PSI scales up boron nitride coating process for 316L powders to industrial batch sizes

Phoenix Scientific Industries Ltd (PSI), based in Hailsham, East Sussex, UK, has developed and scaled a fluidised bed reactor (FBR) process for coating 316L stainless steel powders with boron nitride nanoparticles for additive manufacturing. The company produced two 20 kg batches of coated powder using a larger retort system, maintaining coating quality comparable to laboratory trials. PSI reported that initial investigations found commercially available boron nitride nanopowder exhibited significant agglomeration, which was addressed through a solution-based dispersion approach that reduced agglomerate sizes to approximately 1–2 µm before coating. The company identified the FBR route as the most effective among several evaluated coating technologies.

This development addresses a persistent challenge in powder engineering: achieving uniform dispersion and adhesion of nanoparticles onto metal powder surfaces at industrially relevant scale. Nanoparticle coatings have long attracted interest for modifying material properties and processing behaviour in metal AM, but agglomeration has limited commercial adoption. PSI's scale-up to 20 kg batches moves the technology from laboratory curiosity toward production relevance, particularly for applications requiring modified thermal conductivity, wear resistance, or high-temperature performance.

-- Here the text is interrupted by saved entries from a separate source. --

package split

import (
	"bytes"
	"fmt"
	"reflect"
	"testing"
)

// FuzzSummaryCSV: no input panics; what reads writes back and reads the
// same again.
func FuzzSummaryCSV(f *testing.F) {
	f.Add("machine,split,origin,label,files,groups\npump,train,recorded,normal,12,4\n")
	f.Add("groups,files,label,origin,split,machine,extra\n1,+2,normal,augmented,eval,\"p,q\",x\n")
	f.Add("machine,split,origin,label,files,groups\npump,train,recorded,normal,x,4\n")
	f.Fuzz(func(t *testing.T, s string) {
		got, err := ReadSummaryCSV(bytes.NewReader([]byte(s)))
		if err != nil {
			return
		}
		var buf bytes.Buffer
		if err := WriteSummaryCSV(&buf, got); err != nil {
			t.Fatal(err)
		}
		again, err := ReadSummaryCSV(&buf)
		if err != nil {
			t.Fatalf("re-read: %v\n%s", err, buf.String())
		}
		if fmt.Sprint(got) != fmt.Sprint(again) {
			t.Fatalf("round trip:\n%v\n%v", got, again)
		}
	})
}

// FuzzBackgroundsCSV: no input panics; what reads writes back and reads
// the same again.
func FuzzBackgroundsCSV(f *testing.F) {
	f.Add("id,split\nhall,train\nyard,test\n")
	f.Add("split,id\neval,\"a\nb\"\n")
	f.Add("id\nhall\n")
	f.Fuzz(func(t *testing.T, s string) {
		got, err := ReadBackgroundsCSV(bytes.NewReader([]byte(s)))
		if err != nil {
			return
		}
		var buf bytes.Buffer
		if err := WriteBackgroundsCSV(&buf, got); err != nil {
			t.Fatal(err)
		}
		again, err := ReadBackgroundsCSV(&buf)
		if err != nil {
			t.Fatalf("re-read: %v\n%s", err, buf.String())
		}
		if !reflect.DeepEqual(got, again) && !(len(got) == 0 && len(again) == 0) {
			t.Fatalf("round trip:\n%v\n%v", got, again)
		}
	})
}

The company indicated the coated powders could support oxide dispersion-strengthened (ODS) alloys and high-temperature materials, though further work is needed to validate mechanical properties in Laser Beam Powder Bed Fusion (PBF-LB) components.

The practical significance here is that PSI has demonstrated a repeatable coating process at a batch size that could support pilot production runs, not that nanoparticle-coated powders are ready for qualification in aerospace or medical applications. The next step is mechanical property evaluation of PBF-LB parts made from these powders, which will determine whether the coating survives the melt pool and delivers measurable property improvements. Until that data is published and independently replicated, this remains an enabling process development rather than a production-ready material solution.